Just ran into my ex in the WOMENS bathroom. He said I did this to him. Swore he never wore my clothes but said he liked my skirt. I need vodka.
I haven't been "cry when you eat ben and jerrys" high in a while.
I found the other part of your tooth if you want to put it under your pillow
We have a tower of vodka coming. OF VODKA
I just walked past a woman in the bar stroking a mans crotch, yelling 'I made this. I made this happen.'
I am lonely and I want to touch your beard
Did you send me a snapchat of your sister triple kissing two other girls?!!! You might be the greatest friend the world ever made
Just got a ride from a stranger while walking a mile home as it hailed with no coat. He asked me if I smoked, then said he just made some potent cookies and I could have one.
The cookie was what I originally wanted to tell you. Always say yes to drugs from strangers
Dude. That Grinch had his priorities right when he was worried that there might be a cash bar at that town celebration.
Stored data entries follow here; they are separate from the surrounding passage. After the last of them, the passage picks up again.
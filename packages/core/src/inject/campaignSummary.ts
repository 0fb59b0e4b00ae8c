import type { CampaignPopulation, FalseCandidate, InjectionOutcome } from "./campaign.js";
import {
  EFFICIENCY_INTERVAL,
  type EfficiencyBin,
  type ErrorSpread,
  binnedEfficiency,
  errorSpread,
  fiftyPercentCrossing,
  integerBinEdges,
  linearBinEdges,
  sensitiveVolume,
  wilsonInterval,
} from "./efficiency.js";

/** One bin of efficiency against optimal SNR. */
export interface SnrEfficiencyBin {
  snrLow: number;
  snrHigh: number;
  found: number;
  total: number;
  efficiency: number | null;
  lower: number | null;
  upper: number | null;
}

/** One bin of efficiency against distance (Mpc). */
export interface DistanceEfficiencyBin {
  distanceLowMpc: number;
  distanceHighMpc: number;
  found: number;
  total: number;
  efficiency: number | null;
  lower: number | null;
  upper: number | null;
}

/** The campaign's figures of merit (fixed key order, no wall times: two runs can be diffed). */
export interface CampaignSummary {
  injections: number;
  found: number;
  missed: number;
  efficiency: number | null;
  efficiencyLower: number | null;
  efficiencyUpper: number | null;
  /** The interval used for every lower/upper pair. */
  interval: string;
  efficiencyBySnr: SnrEfficiencyBin[];
  /** Optimal SNR where efficiency first rises through 50% (interpolated between bin centres). */
  snr50: number | null;
  efficiencyByDistance: DistanceEfficiencyBin[];
  /** Distance where efficiency first falls through 50% (null for an SNR-drawn population). */
  distance50Mpc: number | null;
  /** Monte Carlo sensitive volume (null for an SNR-drawn population). */
  sensitiveVolumeMpc3: number | null;
  sensitiveVolumeErrorMpc3: number | null;
  volumeMethod: string;
  /** Relative chirp-mass error of found injections. */
  chirpMassError: ErrorSpread | null;
  /** Coalescence-time error of found injections, s. */
  timeErrorSeconds: ErrorSpread | null;
  /** Recovered SNR / optimal SNR of found injections. */
  snrRatio: ErrorSpread | null;
  falseCandidates: number;
  analysedSeconds: number;
}

const DISTANCE_BINS = 10;
const MAX_SNR_BINS = 20;

function snrEdges(outcomes: readonly InjectionOutcome[], population: CampaignPopulation): number[] {
  if (population.snrRange) return integerBinEdges(population.snrRange[0], population.snrRange[1], MAX_SNR_BINS);
  const snrs = outcomes.map((o) => o.optimalSnr).filter(Number.isFinite);
  if (snrs.length === 0) return [0, 1];
  const lo = snrs.reduce((m, x) => Math.min(m, x), Infinity);
  const hi = snrs.reduce((m, x) => Math.max(m, x), -Infinity);
  // Unit bins up to 20 above the lowest (where the curve rises), then one bin for the rest.
  const edges = integerBinEdges(lo, Math.min(hi, Math.floor(lo) + MAX_SNR_BINS), MAX_SNR_BINS);
  if (hi > edges[edges.length - 1]) edges.push(Math.ceil(hi));
  return edges;
}

function distanceRange(outcomes: readonly InjectionOutcome[], population: CampaignPopulation): [number, number] {
  if (population.distanceMpc) return population.distanceMpc[1] > population.distanceMpc[0] ? population.distanceMpc : [population.distanceMpc[0], population.distanceMpc[0] * 1.000001];
  const d = outcomes.map((o) => o.distanceMpc);
  const lo = d.reduce((m, x) => Math.min(m, x), Infinity);
  const hi = d.reduce((m, x) => Math.max(m, x), -Infinity);
  return hi > lo ? [lo, hi] : [lo, lo * 1.000001];
}

/**
 * Summarises a campaign's outcomes: found fraction overall and binned in optimal SNR (whole-number
 * bins) and in distance (10 equal bins over the drawn range), each with its Wilson interval; the
 * 50% crossings; the Monte Carlo sensitive volume ({@link sensitiveVolume}) for distance-drawn
 * populations; median and 5–95% spread of the chirp-mass, time and SNR-ratio errors of the found
 * injections; the number of candidates that matched no injection.
 */
export function summariseCampaign(
  outcomes: readonly InjectionOutcome[],
  falseCandidates: readonly FalseCandidate[],
  population: CampaignPopulation,
  analysedSeconds: number,
): CampaignSummary {
  const n = outcomes.length;
  const found = outcomes.filter((o) => o.found);
  const overall = wilsonInterval(found.length, n);
  const foundFlags = outcomes.map((o) => o.found);
  const bySnr: EfficiencyBin[] = n ? binnedEfficiency(outcomes.map((o) => o.optimalSnr), foundFlags, snrEdges(outcomes, population)) : [];
  const dRange = n ? distanceRange(outcomes, population) : ([1, 2] as [number, number]);
  const byDistance: EfficiencyBin[] = n ? binnedEfficiency(outcomes.map((o) => o.distanceMpc), foundFlags, linearBinEdges(dRange[0], dRange[1], DISTANCE_BINS)) : [];
  const drawnInDistance = population.distanceMpc !== undefined;
  const volume = drawnInDistance
    ? sensitiveVolume(outcomes.map((o) => o.distanceMpc), foundFlags, population.distanceMpc!, population.distanceDistribution ?? "volume")
    : null;
  const nums = (f: (o: InjectionOutcome) => number | null) => found.map(f).filter((x): x is number => x !== null && Number.isFinite(x));
  return {
    injections: n,
    found: found.length,
    missed: n - found.length,
    efficiency: overall.efficiency,
    efficiencyLower: overall.lower,
    efficiencyUpper: overall.upper,
    interval: EFFICIENCY_INTERVAL,
    efficiencyBySnr: bySnr.map((b) => ({ snrLow: b.low, snrHigh: b.high, found: b.found, total: b.total, efficiency: b.efficiency, lower: b.lower, upper: b.upper })),
    snr50: fiftyPercentCrossing(bySnr, "rising"),
    efficiencyByDistance: byDistance.map((b) => ({
      distanceLowMpc: b.low,
      distanceHighMpc: b.high,
      found: b.found,
      total: b.total,
      efficiency: b.efficiency,
      lower: b.lower,
      upper: b.upper,
    })),
    distance50Mpc: drawnInDistance ? fiftyPercentCrossing(byDistance, "falling") : null,
    sensitiveVolumeMpc3: volume ? volume.volumeMpc3 : null,
    sensitiveVolumeErrorMpc3: volume ? volume.errorMpc3 : null,
    volumeMethod: drawnInDistance
      ? "Monte Carlo: mean over injections of found × 4πD²/p(D) for the drawn distance density p, plus the ball inside the nearest distance counted as fully efficient"
      : "not computed: distances follow from target SNRs, not from a distance distribution",
    chirpMassError: errorSpread(nums((o) => o.chirpMassError)),
    timeErrorSeconds: errorSpread(nums((o) => o.timeError)),
    snrRatio: errorSpread(nums((o) => (o.recoveredSnr === null ? null : o.recoveredSnr / o.optimalSnr))),
    falseCandidates: falseCandidates.length,
    analysedSeconds,
  };
}
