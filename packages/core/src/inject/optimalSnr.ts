import { InputError } from "../errors.js";
import { createRealFft } from "../fft/create.js";
import type { Detector } from "../waveform/antenna.js";
import { type Injection, projectInjection } from "./injection.js";

/** Anything that gives a one-sided PSD S_n(f) in 1/Hz (a PsdModel fits). */
export interface PsdLike {
  evaluate(fHz: number): number;
}

/**
 * Optimal SNR of a sampled strain segment: ρ² = 4 Σ_k |h̃(f_k)|² / S_n(f_k) Δf over fMinHz ≤ f_k < Nyquist
 * (the inner product (h|h) of Finn, Phys. Rev. D 46, 5236 (1992); the project's Fourier convention (DEVELOPERS.md)),
 * with h̃(f_k) = Δt · DFT(h)_k of the series zero-padded to a power of two, Δf = 1/(N Δt).
 * Bins where S_n is not a positive finite number are skipped.
 */
export function optimalSnrOfSeries(data: Float64Array, psd: PsdLike, sampleRate: number, fMinHz: number): number {
  if (!(sampleRate > 0) || !Number.isFinite(sampleRate)) throw new InputError(`sampleRate must be a positive number (got ${sampleRate})`);
  if (!(fMinHz >= 0) || !Number.isFinite(fMinHz)) throw new InputError(`fMinHz must be a non-negative number (got ${fMinHz})`);
  if (data.length === 0) return 0;
  let size = 2;
  while (size < data.length) size *= 2;
  const input = new Float64Array(size);
  input.set(data);
  const out = new Float64Array(size + 2);
  createRealFft(size).forward(input, out);
  const dt = 1 / sampleRate;
  const df = sampleRate / size;
  let sum = 0;
  const kMin = Math.max(1, Math.ceil(fMinHz / df));
  for (let k = kMin; k < size / 2; k++) {
    const s = psd.evaluate(k * df);
    if (!(s > 0) || !Number.isFinite(s)) continue;
    const re = out[2 * k];
    const im = out[2 * k + 1];
    sum += (re * re + im * im) / s;
  }
  return Math.sqrt(4 * sum * dt * dt * df);
}

/**
 * Optimal SNR sqrt(4 ∫ |h̃|² / S_n df) of an injection's projected TaylorT4 signal in `detector`
 * (see {@link projectInjection}), from fMinHz to the Nyquist frequency.
 */
export function optimalSnr(injection: Injection, psd: PsdLike, sampleRate: number, fMinHz: number, detector: Detector): number {
  const segment = projectInjection(injection, detector, { sampleRate, fMinHz, gridStartTime: injection.coalescenceTime });
  return optimalSnrOfSeries(segment.data, psd, sampleRate, fMinHz);
}
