import type { Command } from "commander";

/** Registers `chirpsieve source` (not implemented yet). */
export function registerSource(_program: Command): void {}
Enroute to my place eta 6 mikes...estimated time until intoxicated? 45 mikes. Commence the timer.
I may or may not have hooked up with the cop who arrested me.. Or I can cross hooking up with a stripper in a cop outfit off my bucket list.
He fucked me in one of the back rooms at the club then gave me an altoid. I have mixed feelings about it still.
Girl i am always here for you. But i am going to have sex now so im going to call you in the morning.
You would be successful and sober without me. you can't turn your bakon me now
When I told her I was deaf and took my hearing aids out at night to sleep, she said it must be nice not having to hear drunken roommates having awkward sex late at night.